## WHAT NEEDS TO BE DONE
Your answer is the lines below, exactly, from the one that contains "export const userSchema" through the one that contains "export const healthResponseSchema", both included.

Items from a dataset
|---|

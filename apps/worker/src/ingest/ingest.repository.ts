import { and, eq, inArray, isNull, sql } from 'drizzle-orm';
import {
  periodSignoffs,
  analytes,
  columnMappings,
  controlLots,
  periods,
  procedures,
  uploads,
  type Executor,
} from '@plumbline/db';
import type { ColumnMapping, RowError, UploadKind } from '@plumbline/contracts';
import type { LotInfo, PeriodInfo, ProcedureInfo } from './row-schemas.ts';

export type UploadRecord = typeof uploads.$inferSelect;

export async function loadUpload(db: Executor, id: string): Promise<UploadRecord | null> {
  const [row] = await db.select().from(uploads).where(eq(uploads.id, id)).limit(1);
  return row ?? null;
}

/** queued (or a processing run that died) → processing; false when the upload is no longer waiting. */
export async function markProcessing(db: Executor, id: string): Promise<boolean> {
  const rows = await db
    .update(uploads)
    .set({
      status: 'processing',
      progress: 0,
      attempts: sql`${uploads.attempts} + 1`,
      failureMessage: null,
      updatedAt: new Date(),
    })
    .where(
      and(eq(uploads.id, id), inArray(uploads.status, ['queued', 'processing']), isNull(uploads.storedAt)),
    )
    .returning({ id: uploads.id });
  return rows.length === 1;
}

/** Progress of a processing upload (a cancelled one is left alone). */
export async function saveProgress(db: Executor, id: string, progress: number): Promise<void> {
  await db
    .update(uploads)
    .set({ progress, updatedAt: new Date() })
    .where(and(eq(uploads.id, id), eq(uploads.status, 'processing')));
}

export async function markNeedsReview(
  db: Executor,
  id: string,
  counts: { rowsTotal: number; rowsAccepted: number; rowsRejected: number },
  errors: RowError[],
): Promise<boolean> {
  const rows = await db
    .update(uploads)
    .set({ status: 'needs-review', progress: 1, ...counts, errors, updatedAt: new Date() })
    .where(and(eq(uploads.id, id), eq(uploads.status, 'processing')))
    .returning({ id: uploads.id });
  return rows.length === 1;
}

export async function markFailed(
  db: Executor,
  id: string,
  message: string,
  errors: RowError[] = [],
): Promise<void> {
  await db
    .update(uploads)
    .set({ status: 'failed', progress: 1, failureMessage: message, errors, updatedAt: new Date() })
    .where(
      and(eq(uploads.id, id), inArray(uploads.status, ['queued', 'processing']), isNull(uploads.storedAt)),
    );
}

export async function savedColumnMapping(
  db: Executor,
  labId: string,
  kind: UploadKind,
): Promise<ColumnMapping | null> {
  const [row] = await db
    .select({ mapping: columnMappings.mapping })
    .from(columnMappings)
    .where(and(eq(columnMappings.labId, labId), eq(columnMappings.kind, kind)))
    .limit(1);
  return row?.mapping ?? null;
}

/** What rows are checked against: the lab's procedures by code, the lots by number, the periods. */
export async function loadRowLookups(db: Executor, labId: string) {
  const procedureRows = await db
    .select({
      id: procedures.id,
      code: procedures.code,
      labId: procedures.labId,
      analyteId: analytes.id,
      analyteName: analytes.name,
      analyteUnit: analytes.unit,
      molarMass: analytes.molarMass,
    })
    .from(procedures)
    .innerJoin(analytes, eq(analytes.id, procedures.analyteId))
    .where(and(eq(procedures.labId, labId), isNull(procedures.retiredAt)));
  const procedureMap = new Map<string, ProcedureInfo>();
  for (const p of procedureRows) procedureMap.set(p.code, p);
  // Codes are matched exactly first, then ignoring case (when that is unambiguous).
  for (const p of procedureRows) {
    const upper = p.code.toUpperCase();
    if (
      !procedureMap.has(upper) &&
      procedureRows.filter((q) => q.code.toUpperCase() === upper).length === 1
    ) {
      procedureMap.set(upper, p);
    }
  }

  const lotRows = await db
    .select({ id: controlLots.id, lotNumber: controlLots.lotNumber, levels: controlLots.levels })
    .from(controlLots);
  const lots = new Map<string, LotInfo>(lotRows.map((l) => [l.lotNumber, l]));

  const periodRows = await db.select({ period: periods.period, state: periods.state }).from(periods);
  // A month the lab has signed off is read-only: its rows are rejected (comments stay possible elsewhere).
  const signed = await db
    .select({ period: periodSignoffs.period })
    .from(periodSignoffs)
    .where(eq(periodSignoffs.labId, labId));
  const signedPeriods = new Set(signed.map((s) => s.period));
  const periodMap = new Map<string, PeriodInfo>(
    periodRows.map((p) => [p.period, { ...p, signedOff: signedPeriods.has(p.period) }]),
  );

  return { procedures: procedureMap, lots, periods: periodMap };
}

/** Uploads the worker must (re)start: left queued, or processing when a worker died. */
export async function uploadsToRecover(db: Executor): Promise<{ id: string; confirmed: boolean }[]> {
  const rows = await db
    .select({ id: uploads.id, confirmedAt: uploads.confirmedAt })
    .from(uploads)
    .where(inArray(uploads.status, ['queued', 'processing']));
  return rows.map((r) => ({ id: r.id, confirmed: r.confirmedAt !== null }));
}
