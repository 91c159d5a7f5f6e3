import { z } from 'zod';
import { roleSchema, uuidSchema } from './common.ts';

export const loginRequestSchema = z.object({
  email: z.email('enter a valid e-mail address').transform((s) => s.toLowerCase()),
  password: z.string().min(1, 'enter your password'),
});
export type LoginRequest = z.input<typeof loginRequestSchema>;

export const userSchema = z.object({
  id: uuidSchema,
  email: z.string(),
  name: z.string(),
  role: roleSchema,
  labId: uuidSchema.nullable(),
});
export type User = z.infer<typeof userSchema>;

/** The session token itself is set as an httpOnly cookie and never appears in the body. */
export const loginResponseSchema = z.object({
  expiresAt: z.string().optional(),
  user: userSchema,
});
export type LoginResponse = z.infer<typeof loginResponseSchema>;

export const meResponseSchema = userSchema.extend({
  lab: z.object({ id: uuidSchema, code: z.string(), name: z.string() }).nullable(),
});
export type MeResponse = z.infer<typeof meResponseSchema>;

export const healthResponseSchema = z.object({
  status: z.enum(['ok', 'degraded']),
  db: z.enum(['ok', 'down']),
  redis: z.enum(['ok', 'down']),
});
export type HealthResponse = z.infer<typeof healthResponseSchema>;
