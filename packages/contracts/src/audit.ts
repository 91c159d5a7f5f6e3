import { z } from 'zod';

export const auditQuerySchema = z.object({
  actorId: z.uuid().optional(),
  labId: z.uuid().optional(),
  kind: z.string().min(1).max(100).optional(),
  from: z.iso.date().optional(),
  to: z.iso.date().optional(),
  limit: z.coerce.number().int().min(1).max(500).default(100),
  offset: z.coerce.number().int().min(0).default(0),
});
export type AuditQuery = z.infer<typeof auditQuerySchema>;

export const auditEventSchema = z.object({
  id: z.number(),
  at: z.string(),
  actor: z.object({ id: z.string(), name: z.string(), email: z.string() }).nullable(),
  actorLabel: z.string().nullable(),
  lab: z.object({ id: z.string(), code: z.string() }).nullable(),
  kind: z.string(),
  entity: z.string().nullable(),
  entityId: z.string().nullable(),
  details: z.record(z.string(), z.unknown()),
});
export type AuditEvent = z.infer<typeof auditEventSchema>;

export const auditPageSchema = z.object({ total: z.number(), items: z.array(auditEventSchema) });
export type AuditPage = z.infer<typeof auditPageSchema>;
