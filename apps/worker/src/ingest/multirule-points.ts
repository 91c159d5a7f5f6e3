import {
  MULTIRULE_RULES,
  evaluateMultirule,
  pool,
  summarize,
  type ControlPoint,
  type HistoryPoint,
} from '@plumbline/stats';
import type { ValuesBuffer } from './values-buffer.ts';

/** Target mean and SD of a level, and where they come from. */
export type Target = { mean: number; sd: number; source: 'lab' | 'peer' | 'month' };

/** A month's summary of a lab series. */
export type MonthFigures = { period: string; n: number; mean: number; sd: number };

/**
 * The lab's own established figures for a lot and level before a period: its earlier monthly summaries
 * pooled (docs/methods.md §1). Null when it has none (or they give no spread).
 */
export function labTargetBefore(history: readonly MonthFigures[], period: string): Target | null {
  const earlier = history.filter((h) => h.period < period);
  if (earlier.length === 0) return null;
  const total = earlier.reduce((sum, h) => sum + h.n, 0);
  if (total < 2) return null;
  const pooled = earlier.length === 1 ? earlier[0] : pool(earlier);
  return pooled.sd > 0 ? { mean: pooled.mean, sd: pooled.sd, source: 'lab' } : null;
}

/** Lab's figures first, then the peers', then the month's own (docs/methods.md §4). */
export function chooseTarget(
  lab: Target | null,
  peer: Target | null,
  month: MonthFigures | null,
): Target | null {
  if (lab) return lab;
  if (peer) return peer;
  if (month && month.n >= 2 && month.sd > 0) return { mean: month.mean, sd: month.sd, source: 'month' };
  return null;
}

export type PointResult = { z: number | null; rules: string[] };

/** Bit of each multirule rule in GroupResults.rules (the order in which the rules are reported). */
export const RULE_BITS: ReadonlyMap<string, number> = new Map(
  MULTIRULE_RULES.map((rule, k) => [rule, 1 << k]),
);

/** The rules of a bit set, in reporting order. */
export function rulesOfBits(bits: number): string[] {
  return MULTIRULE_RULES.filter((rule) => (bits & RULE_BITS.get(rule)!) !== 0);
}

/**
 * Multirule results of a group's rows, by position in the `indices` given: z (NaN for a level without a
 * target) and the rules as RULE_BITS; `timeOrder` lists the positions by time, then level, then row.
 */
export type GroupResults = { z: Float64Array; rules: Uint8Array; timeOrder: Int32Array };

/**
 * Multirule results of the values of one procedure, control lot and period (all levels together, as the
 * across-level rules need). Points are put in chronological order of runs: a run's points stay together
 * (ordered by time, then level) and runs follow the time of their first point. A value without a run id
 * forms a run with the other levels measured at the same moment. Levels without a target get no result.
 */
export function evaluateGroup(
  buffer: ValuesBuffer,
  indices: readonly number[],
  targets: ReadonlyMap<number, Target>,
  history: readonly HistoryPoint[] = [],
): Map<number, PointResult> {
  const { z, rules } = evaluateGroupRows(buffer, indices, targets, history);
  const results = new Map<number, PointResult>();
  indices.forEach((i, k) =>
    results.set(i, Number.isNaN(z[k]) ? { z: null, rules: [] } : { z: z[k], rules: rulesOfBits(rules[k]) }),
  );
  return results;
}

/**
 * evaluateGroup with its results in typed columns (a group can hold hundreds of thousands of rows).
 * `history`: the previous month's evaluated values of the same procedure and lot (oldest first), so
 * 2-2s, 4-1s and 10-x sequences run across the month boundary (evaluateMultirule's history).
 */
export function evaluateGroupRows(
  buffer: ValuesBuffer,
  indices: ArrayLike<number>,
  targets: ReadonlyMap<number, Target>,
  history: readonly HistoryPoint[] = [],
): GroupResults {
  const count = indices.length;
  const row = Int32Array.from(indices);
  const at = new Float64Array(count);
  const level = new Float64Array(count);
  for (let k = 0; k < count; k++) {
    at[k] = buffer.measuredAt(row[k]);
    level[k] = buffer.series[buffer.seriesOf(row[k])].level;
  }

  // Each row's run: its run id, or "at:<time>" without one (a run id may be written that way too; then
  // they are one run). Runs are numbered within the group; a run starts at the time of its first point.
  const run = new Int32Array(count);
  const runKeys: string[] = [];
  const runStarts: number[] = [];
  const localRunOf = new Map<number, number>();
  const unnamed = new Map<number, number>();
  for (let k = 0; k < count; k++) {
    let id = buffer.runNumber(row[k]);
    if (id === -1) {
      const time = at[k];
      const known = unnamed.get(time);
      if (known !== undefined) id = known;
      else {
        id = buffer.numberOfRun(`at:${time}`);
        if (id === -1) id = -2 - unnamed.size; // a run of its own, outside the file's run ids
        unnamed.set(time, id);
      }
    }
    let local = localRunOf.get(id);
    if (local === undefined) {
      local = runKeys.length;
      localRunOf.set(id, local);
      runKeys.push(id >= 0 ? buffer.runName(id) : `at:${at[k]}`);
      runStarts.push(at[k]);
    } else if (at[k] < runStarts[local]) runStarts[local] = at[k];
    run[k] = local;
  }

  const byTime = (a: number, b: number) => at[a] - at[b] || level[a] - level[b] || row[a] - row[b];
  const byRun = (a: number, b: number) => {
    if (run[a] !== run[b]) {
      const sa = runStarts[run[a]];
      const sb = runStarts[run[b]];
      return sa !== sb ? sa - sb : runKeys[run[a]] < runKeys[run[b]] ? -1 : 1;
    }
    return byTime(a, b);
  };
  const timeOrder = sortedPositions(count, byTime);

  const z = new Float64Array(count).fill(Number.NaN);
  const rules = new Uint8Array(count);
  const evaluated: number[] = [];
  for (let k = 0; k < count; k++) if (targets.has(level[k])) evaluated.push(k);
  if (evaluated.length === 0) return { z, rules, timeOrder };
  if (!isSorted(evaluated, byRun)) evaluated.sort(byRun);

  const targetRecord: Record<number, { mean: number; sd: number }> = {};
  for (const [lvl, t] of targets) targetRecord[lvl] = { mean: t.mean, sd: t.sd };
  const points: ControlPoint[] = new Array(evaluated.length);
  for (let e = 0; e < evaluated.length; e++) {
    const k = evaluated[e];
    points[e] = { run: runKeys[run[k]], level: level[k], value: buffer.value(row[k]) };
  }
  const outcome = evaluateMultirule(points, targetRecord, { history });
  for (let e = 0; e < evaluated.length; e++) {
    const k = evaluated[e];
    const point = outcome.points[e];
    z[k] = point.z;
    let bits = 0;
    for (const rule of point.rules) bits |= RULE_BITS.get(rule)!;
    rules[k] = bits;
  }
  return { z, rules, timeOrder };
}

/** Positions 0…count−1 in the comparator's order (often already in order: then no sort). */
function sortedPositions(count: number, compare: (a: number, b: number) => number): Int32Array {
  const positions = new Int32Array(count);
  for (let k = 0; k < count; k++) positions[k] = k;
  let sorted = true;
  for (let k = 1; k < count && sorted; k++) if (compare(k - 1, k) > 0) sorted = false;
  if (!sorted) positions.sort(compare);
  return positions;
}

function isSorted(list: readonly number[], compare: (a: number, b: number) => number): boolean {
  for (let k = 1; k < list.length; k++) if (compare(list[k - 1], list[k]) > 0) return false;
  return true;
}

/** n, mean, SD of each series of the buffer with at least two values (rows of each series, in file order). */
export function seriesFigures(
  buffer: ValuesBuffer,
  rowsOfSeries: readonly ArrayLike<number>[],
): Map<number, MonthFigures> {
  const figures = new Map<number, MonthFigures>();
  rowsOfSeries.forEach((rows, seriesIndex) => {
    if (rows.length < 2) return;
    const s = summarize(Array.from(rows, (i) => buffer.value(i)));
    figures.set(seriesIndex, {
      period: buffer.series[seriesIndex].period.period,
      n: s.n,
      mean: s.mean,
      sd: s.sd,
    });
  });
  return figures;
}
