import { peerStatisticsFailuresQuerySchema, type PeerStatisticsFailure } from '@plumbline/contracts';
import type { Database } from '@plumbline/db';
import { parseInput } from '../../http/validate.ts';
import * as repo from './recompute-failures.repository.ts';

/**
 * The peer groups whose provisional figures could not be computed on the last recompute (one row per
 * group, level, period and scope), newest period first. A later recompute that computes a group clears it.
 */
export async function listRecomputeFailures(
  db: Database,
  rawQuery: unknown,
): Promise<PeerStatisticsFailure[]> {
  const query = parseInput(peerStatisticsFailuresQuerySchema, rawQuery, 'query');
  const rows = await repo.failures(db, query.period);
  return rows.map((r) => ({
    peerGroupId: r.peerGroupId,
    tier: r.tier,
    groupLabel: r.groupLabel,
    controlLot: { id: r.controlLotId, lotNumber: r.lotNumber },
    analyte: { id: r.analyteId, code: r.analyteCode, name: r.analyteName },
    level: r.level,
    period: r.period,
    scope: r.scope,
    reason: r.reason,
    failedAt: r.failedAt.toISOString(),
  }));
}
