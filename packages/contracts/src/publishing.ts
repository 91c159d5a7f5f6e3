import { z } from 'zod';
import { periodKeySchema, uuidSchema } from './common.ts';
import { periodDetailSchema } from './cycles.ts';

// Publishing a period freezes a versioned snapshot of its peer statistics; republishing (with a
// reason) adds the next version and leaves the earlier ones readable.

export const publishRequestSchema = z.object({
  reason: z
    .preprocess(
      (v) => (typeof v === 'string' && v.trim() === '' ? null : v),
      z.string().trim().max(500).nullable(),
    )
    .optional(),
});
export type PublishRequest = z.infer<typeof publishRequestSchema>;

export const republishRequestSchema = z.object({
  reason: z
    .string({ message: 'say why the period is published again' })
    .trim()
    .min(1, 'say why the period is published again')
    .max(500),
});
export type RepublishRequest = z.infer<typeof republishRequestSchema>;

export const publicationSchema = z.object({
  period: periodKeySchema,
  version: z.number().int(),
  reason: z.string().nullable(),
  publishedAt: z.string(),
  publishedBy: z.object({ id: uuidSchema, name: z.string() }).nullable(),
  /** Peer-statistics rows frozen in this version (period and lot-to-date figures). */
  statistics: z.number().int(),
});
export type Publication = z.infer<typeof publicationSchema>;
export const publicationListSchema = z.array(publicationSchema);

export const publishResultSchema = z.object({ period: periodDetailSchema, publication: publicationSchema });
export type PublishResult = z.infer<typeof publishResultSchema>;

|---|

## OUTPUT OF THE EXERCISE
export const userSchema = z.object({
  id: uuidSchema,
  email: z.string(),
  name: z.string(),
  role: roleSchema,
  labId: uuidSchema.nullable(),
});
export type User = z.infer<typeof userSchema>;

/** The session token itself is set as an httpOnly cookie and never appears in the body. */
export const loginResponseSchema = z.object({
  expiresAt: z.string().optional(),
  user: userSchema,
});
export type LoginResponse = z.infer<typeof loginResponseSchema>;

export const meResponseSchema = userSchema.extend({
  lab: z.object({ id: uuidSchema, code: z.string(), name: z.string() }).nullable(),
});
export type MeResponse = z.infer<typeof meResponseSchema>;

export const healthResponseSchema = z.object({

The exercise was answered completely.